- [Stored data entries]:
━━━
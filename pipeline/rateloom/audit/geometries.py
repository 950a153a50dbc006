"""Are two geometries the same molecule in the same shape? Judged by interatomic distances, in angstrom.

Distances know neither orientation nor handedness: mirror images are the same. The order of the atoms is first taken
as it stands, then by sorted distances of each pair of elements, which no order can bring closer than they are, and
only where those agree an assignment of the atoms is searched.
"""

from collections import defaultdict
from collections.abc import Sequence
from functools import lru_cache

import numpy as np
from numpy.typing import NDArray

from rateloom.arrays import FloatArray
from rateloom.molecule.bonds import distances

STEPS = 5_000  # atoms placed at most in search of an assignment; where it ends, sorted distances have the say


def shape_difference(
    first_labels: Sequence[str], first: FloatArray, second_labels: Sequence[str], second: FloatArray, tolerance: float
) -> float:
    """Largest difference of an interatomic distance between two geometries, whatever the order of their atoms.

    Parameters
    ----------
    first_labels, second_labels : sequence of str
        Element symbols or isotopes; atoms with the same label are interchangeable.
    first, second : ndarray, shape (n_atoms, 3)
        Positions [angstrom].
    tolerance : float
        What counts as the same geometry [angstrom].

    Returns
    -------
    float
        [angstrom]: at most the tolerance where the geometries are the same, above it where they are not, infinite
        where the atoms are not the same.

    References
    ----------
    .. [1] Geometry alone: distances determine a shape but for its mirror image.
    """
    if sorted(first_labels) != sorted(second_labels):
        return np.inf
    one, other = distances(first), distances(second)
    if tuple(first_labels) == tuple(second_labels):
        in_order = float(np.abs(one - other).max(initial=0.0))
        if in_order <= tolerance:
            return in_order
    ascending = sorted_distances(first_labels, one), sorted_distances(second_labels, other)
    at_least = float(np.abs(ascending[0] - ascending[1]).max(initial=0.0))
    if at_least > tolerance:
        return at_least
    return _assigned(first_labels, one, second_labels, other, tolerance, at_least)


def sorted_distances(labels: Sequence[str], lengths: FloatArray) -> FloatArray:
    """Distances of every pair of labels in turn, ascending within each: the same for any order of the atoms.

    Parameters
    ----------
    labels : sequence of str
        Element symbols or isotopes.
    lengths : ndarray, shape (n_atoms, n_atoms)
        Distances [angstrom].

    Returns
    -------
    ndarray, shape (n_atoms (n_atoms - 1) / 2,)
        [angstrom]

    References
    ----------
    .. [1] No physics.
    """
    first, second, kinds = _pairs(tuple(labels))
    found = lengths[first, second]
    return found[np.lexsort((found, kinds))]


@lru_cache(maxsize=256)
def _pairs(labels: tuple[str, ...]) -> tuple[NDArray[np.intp], NDArray[np.intp], NDArray[np.intp]]:
    """Pairs of atoms and a number for the labels of each, equal for equal labels in any order."""
    codes = np.searchsorted(np.array(sorted(set(labels))), np.array(labels))
    first, second = np.triu_indices(len(labels), k=1)
    low, high = np.minimum(codes[first], codes[second]), np.maximum(codes[first], codes[second])
    return first, second, low * (len(labels) + 1) + high


def _assigned(
    first_labels: Sequence[str],
    one: FloatArray,
    second_labels: Sequence[str],
    other: FloatArray,
    tolerance: float,
    at_least: float,
) -> float:
    """Search an assignment of atoms whose distances agree within the tolerance; depth first, rare atoms first."""
    candidates = _candidates(first_labels, one, second_labels, other, tolerance)
    order = sorted(range(len(first_labels)), key=lambda atom: (len(candidates[atom]), atom))
    placed: list[int] = []
    steps = 0

    def place() -> bool:
        nonlocal steps
        if len(placed) == len(order):
            return True
        atom = order[len(placed)]
        done = order[: len(placed)]
        for candidate in candidates[atom]:
            steps += 1
            if steps > STEPS:
                return True
            if candidate not in placed and (
                np.abs(one[atom, done] - other[candidate, placed]).max(initial=0.0) <= tolerance
            ):
                placed.append(candidate)
                if place():
                    return True
                placed.pop()
        return False

    if not place():
        return float(np.nextafter(tolerance, np.inf))
    if len(placed) < len(order):
        return at_least
    return float(np.abs(one[np.ix_(order, order)] - other[np.ix_(placed, placed)]).max(initial=0.0))


def _candidates(
    first_labels: Sequence[str], one: FloatArray, second_labels: Sequence[str], other: FloatArray, tolerance: float
) -> list[list[int]]:
    """Atoms of the second geometry that see the others at the same distances as each atom of the first."""
    profiles = []
    for labels, lengths in ((first_labels, one), (second_labels, other)):
        members: dict[str, list[int]] = defaultdict(list)
        for atom, label in enumerate(labels):
            members[label].append(atom)
        parts = [np.sort(lengths[:, members[label]], axis=1) for label in sorted(members)]
        profiles.append(np.concatenate(parts, axis=1))
    near = np.abs(profiles[0][:, np.newaxis] - profiles[1]).max(axis=2) <= tolerance
    near &= np.array(first_labels)[:, np.newaxis] == np.array(second_labels)
    return [np.flatnonzero(row).tolist() for row in near]
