"""The members of a reaction as its checks see them."""

from dataclasses import dataclass, field

from rateloom.job.model import FrequencyScale
from rateloom.statmech import Species

UNKNOWN_LEVEL = "unknown level"
"""How a level that was not printed is written."""


@dataclass(frozen=True, slots=True)
class Origin:
    """What geometry and frequencies, or an energy, come from."""

    level: str
    """Level of theory; free text where the numbers were given in the job file."""
    program: str = ""
    """Empty where not known; ``given`` where the numbers were given in the job file."""
    version: str = ""

    @property
    def comparable(self) -> bool:
        """Whether the level is one that a program printed."""
        return self.program != "given" and self.level != UNKNOWN_LEVEL


@dataclass(frozen=True, slots=True)
class Member:
    """One molecule of a reaction, or its saddle."""

    name: str
    species: Species
    geometry_level: str
    """Level of theory of geometry and frequencies; empty for an atom, which has neither."""
    energy_level: str
    """Level of theory of the energy."""
    geometry_program: str = ""
    """Program and version of the first, empty where not known; program ``given`` for numbers of the job file."""
    geometry_version: str = ""
    energy_program: str = ""
    energy_version: str = ""
    frequency_scale: FrequencyScale = field(default_factory=FrequencyScale)

    @property
    def geometry(self) -> Origin | None:
        """What geometry and frequencies come from; None for an atom."""
        if not self.geometry_level:
            return None
        return Origin(self.geometry_level, self.geometry_program, self.geometry_version)

    @property
    def energy(self) -> Origin:
        """What the energy comes from."""
        return Origin(self.energy_level, self.energy_program, self.energy_version)


@dataclass(frozen=True, slots=True)
class Members:
    """All of them."""

    reactants: tuple[Member, ...]
    products: tuple[Member, ...]
    saddle: Member

    @property
    def all(self) -> tuple[Member, ...]:
        """Reactants, products, saddle."""
        return (*self.reactants, *self.products, self.saddle)

    @property
    def sides(self) -> tuple[tuple[str, tuple[Member, ...]], ...]:
        """Reactants and products with what they are called."""
        return ("reactants", self.reactants), ("products", self.products)
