"""The expression fitted to a rate coefficient: does it carry what the rate coefficient does?

The deviation itself is remarked on where the expression is fitted.
"""

import numpy as np

from rateloom.arrays import FloatArray
from rateloom.audit.limits import Limits
from rateloom.fits import Fit, log_rate
from rateloom.remarks import Remark

_NEEDED = 5  # points: three constants go through any three


def fit_remarks(
    direction: str, fit: Fit, temperatures: FloatArray, log_rates: FloatArray, limits: Limits
) -> tuple[Remark, ...]:
    """Check that an expression bends as the rate coefficient does, which a small deviation alone does not tell.

    Parameters
    ----------
    direction : str
        ``forward`` or ``reverse``.
    fit : Fit
        The expression.
    temperatures : ndarray, shape (n,)
        That it was fitted at, ascending [K].
    log_rates : ndarray, shape (n,)
        ln k [ln SI]; what is not finite is left out.
    limits : Limits
        Thresholds, each in the unit of its name.

    Returns
    -------
    tuple of Remark
        ``curvature-not-carried``.

    References
    ----------
    .. [1] The local activation energy, R T d ln k / d ln T: K. J. Laidler, Pure Appl. Chem. 68 (1996) 149 (from
       memory).
    """
    usable = np.isfinite(log_rates)
    if not fit.terms or usable.sum() < _NEEDED:
        return ()
    temperatures = temperatures[usable]
    residual = log_rate(fit.terms, temperatures, fit.reference_temperature) - log_rates[usable]
    slopes = np.gradient(residual, np.log(temperatures))
    worst = int(np.abs(slopes).argmax())
    limit = limits.curvature_slope_ratio
    if not abs(slopes[worst]) > limit:
        return ()
    message = (
        f"at {temperatures[worst]:g} K the {direction} expression falls or rises with temperature otherwise than the "
        f"rate coefficient (d ln k / d ln T is off by {slopes[worst]:+.2f}): one expression does not carry the "
        "curvature; use a shorter range or the table itself, and do not extrapolate"
    )
    return (Remark("curvature-not-carried", message, f"{slopes[worst]:+.2f}", f"{limit:g}"),)
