"""One level of theory, one program and one pair of scale factors for all members of a reaction."""

import re
from collections.abc import Iterable, Mapping, Sequence

from rateloom.audit.limits import Limits
from rateloom.audit.members import UNKNOWN_LEVEL, Members, Origin
from rateloom.remarks import Remark


def level_remarks(members: Members, limits: Limits) -> list[Remark]:
    """Check that the members of a reaction can be compared.

    Parameters
    ----------
    members : Members
        Reactants, products and saddle.
    limits : Limits
        Thresholds, each in the unit of its name.

    Returns
    -------
    list of Remark
        ``levels-differ``, ``level-not-comparable``, ``programs-differ``, ``program-versions-differ``,
        ``frequency-scales-differ``, ``unusual-frequency-scale``.

    References
    ----------
    .. [1] A. P. Scott, L. Radom, J. Phys. Chem. 100, 16502 (1996), for scale factors in use.
    """
    return [*_levels(members), *_programs(members), *_scales(members, limits)]


def _origins(members: Members) -> tuple[tuple[str, list[tuple[str, Origin]]], ...]:
    """Where the geometries and the energies come from, with the names of the members."""
    return (
        ("geometries and frequencies", [(m.name, m.geometry) for m in members.all if m.geometry is not None]),
        ("energies", [(m.name, m.energy) for m in members.all]),
    )


def _levels(members: Members) -> list[Remark]:
    """Check that geometries have one level of theory and energies one."""
    remarks = []
    for what, origins in _origins(members):
        by_level = _grouped((origin.level, name) for name, origin in origins if origin.comparable)
        if len(by_level) > 1:
            message = f"the level of theory of the {what} differs ({_listed(by_level)}): recalculate the odd one out"
            remarks.append(Remark("levels-differ", message, "; ".join(by_level), "one level"))
        in_words = [(name, origin) for name, origin in origins if not origin.comparable]
        others = _grouped((origin.level, name) for name, origin in in_words)
        alike = {_plain(level) for level in (*by_level, *others)}
        if others and (len(alike) > 1 or _plain(UNKNOWN_LEVEL) in alike):
            message = (
                f"whether the {what} of all members are of one level of theory cannot be told "
                f"({_listed(by_level | others)}): compare them by eye"
            )
            remarks.append(Remark("level-not-comparable", message, "; ".join(others), "one level"))
    return remarks


def _grouped(pairs: Iterable[tuple[str, str]]) -> dict[str, list[str]]:
    """Names by what they have in common, whose spelling does not matter; ascending, each name once."""
    spelling: dict[str, str] = {}
    groups: dict[str, dict[str, None]] = {}
    for common, name in pairs:
        groups.setdefault(spelling.setdefault(_plain(common), common), {})[name] = None
    return {common: list(groups[common]) for common in sorted(groups)}


def _plain(name: str) -> str:
    return re.sub(r"\s+", "", name).casefold()


def _listed(groups: Mapping[str, Sequence[str]]) -> str:
    return "; ".join(f"{common}: {', '.join(names)}" for common, names in groups.items())


def _programs(members: Members) -> list[Remark]:
    """Programs differ in integration grids and in what they mean by a functional; their versions seldom."""
    remarks = []
    for what, origins in _origins(members):
        printed = [(name, origin) for name, origin in origins if origin.program not in ("", "given")]
        programs = _grouped((origin.program, name) for name, origin in printed)
        if len(programs) > 1:
            message = (
                f"the {what} of the members are from different programs ({_listed(programs)}), which may define one "
                "functional or one reference differently: take one program, or show that they agree for a member"
            )
            remarks.append(Remark("programs-differ", message, "; ".join(programs), "one program"))
        for program in programs:
            versions = _grouped(
                (origin.version or "unknown", name)
                for name, origin in printed
                if _plain(origin.program) == _plain(program)
            )
            if len(versions) > 1:
                message = f"the {what} of the members are from different versions of {program} ({_listed(versions)})"
                remarks.append(Remark("program-versions-differ", message, "; ".join(versions), "one version"))
    return remarks


def _scales(members: Members, limits: Limits) -> list[Remark]:
    """Check the scale factors of frequencies: usual ones, and the same for all."""
    low, high = limits.lowest_frequency_scale_ratio, limits.highest_frequency_scale_ratio
    scaled = [member for member in members.all if member.geometry is not None]
    used = _grouped((f"{m.frequency_scale.zero_point:g} and {m.frequency_scale.modes:g}", m.name) for m in scaled)
    remarks = []
    if len(used) > 1:
        message = (
            "the scale factors (of zero-point energy and of modes) differ within the reaction "
            f"({_listed(used)}): one level of theory has one pair of them"
        )
        remarks.append(Remark("frequency-scales-differ", message, "; ".join(used), "one pair"))
    for what, factors in (
        ("zero-point energy", {member.frequency_scale.zero_point for member in scaled}),
        ("modes", {member.frequency_scale.modes for member in scaled}),
    ):
        for factor in sorted(factors):
            if not low <= factor <= high:
                message = f"the scale factor {factor:g} of the {what} lies outside those in use: check it"
                remarks.append(Remark("unusual-frequency-scale", message, f"{factor:g}", f"{low:g} to {high:g}"))
    return remarks
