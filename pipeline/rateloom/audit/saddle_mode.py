"""The imaginary mode of a calculation: as printed, or from its Hessian."""

from dataclasses import dataclass

import numpy as np
from scipy.constants import physical_constants

from rateloom.arrays import FloatArray
from rateloom.calculation import Calculation
from rateloom.molecule import (
    atomic_masses,
    normal_modes,
    without_rigid_motion,
)

ATOMIC_MASS = physical_constants["atomic mass constant"][0]  # kg
HARTREE = physical_constants["Hartree energy"][0]  # J
BOHR = physical_constants["Bohr radius"][0]  # m
ANGSTROM = 1e-10  # m
LEAST_LEFT = 0.1  # of the length of a mode; if taking out rigid motion leaves less, no vibration was printed


@dataclass(frozen=True, slots=True)
class ImaginaryMode:
    """The most negative frequency of a calculation with its displacement."""

    frequency_per_cm: float
    """Negative."""
    displacement: FloatArray
    """Shape (n_atoms, 3): Cartesian, free of rigid motion, of any length [1]."""
    masses: FloatArray
    """Shape (n_atoms,) [kg]"""


def lowest_frequency(calculation: Calculation) -> float | None:
    """Give the imaginary frequency of largest magnitude [cm-1], negative; None where there is none."""
    frequencies = calculation.frequencies_per_cm
    if frequencies is None or len(frequencies) == 0 or not np.nanmin(frequencies) < 0:
        return None
    return float(np.nanmin(frequencies))


def imaginary_mode(calculation: Calculation) -> ImaginaryMode | None:
    """Find how the atoms move in the imaginary mode.

    Parameters
    ----------
    calculation
        A frequency calculation of two or more atoms.

    Returns
    -------
    ImaginaryMode or None
        The displacement printed, else the one of the Hessian; None where the calculation has neither or no imaginary
        frequency.
    """
    frequency = lowest_frequency(calculation)
    if frequency is None or calculation.frequencies_per_cm is None:
        return None
    masses = _masses(calculation)
    printed = calculation.displacements
    if printed is not None and printed.shape == (len(calculation.frequencies_per_cm), len(calculation.atoms), 3):
        mode = printed[int(np.nanargmin(calculation.frequencies_per_cm))]
    elif calculation.hessian is not None:
        mode = _from_hessian(calculation.hessian, masses, calculation.geometry_angstrom)
    else:
        return None
    if not np.all(np.isfinite(mode)):
        return None
    clean = without_rigid_motion(mode, masses, calculation.geometry_angstrom)
    if not np.linalg.norm(clean) > LEAST_LEFT * np.linalg.norm(mode):
        return None
    return ImaginaryMode(frequency, clean, masses)


def _masses(calculation: Calculation) -> FloatArray:
    """Masses of the program, or of the most abundant isotopes where it prints none or nonsense [kg]."""
    printed = calculation.masses_u
    if printed is None or printed.shape != (len(calculation.atoms),) or not np.all(printed > 0):
        return atomic_masses(calculation.atoms)
    return printed * ATOMIC_MASS


def _from_hessian(hessian: FloatArray, masses: FloatArray, geometry_angstrom: FloatArray) -> FloatArray:
    """Displacement of the lowest mode of a Hessian [hartree/bohr2]."""
    _, displacements = normal_modes(hessian * HARTREE / BOHR**2, masses, geometry_angstrom * ANGSTROM)
    return displacements[0]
━━━
- [PROBLEM TO WORK ON]:
Where a line above contains the string "clean", copy that line.

- [YOUR RESPONSE]:
    clean = without_rigid_motion(mode, masses, calculation.geometry_angstrom)
    if not np.linalg.norm(clean) > LEAST_LEFT * np.linalg.norm(mode):
    return ImaginaryMode(frequency, clean, masses)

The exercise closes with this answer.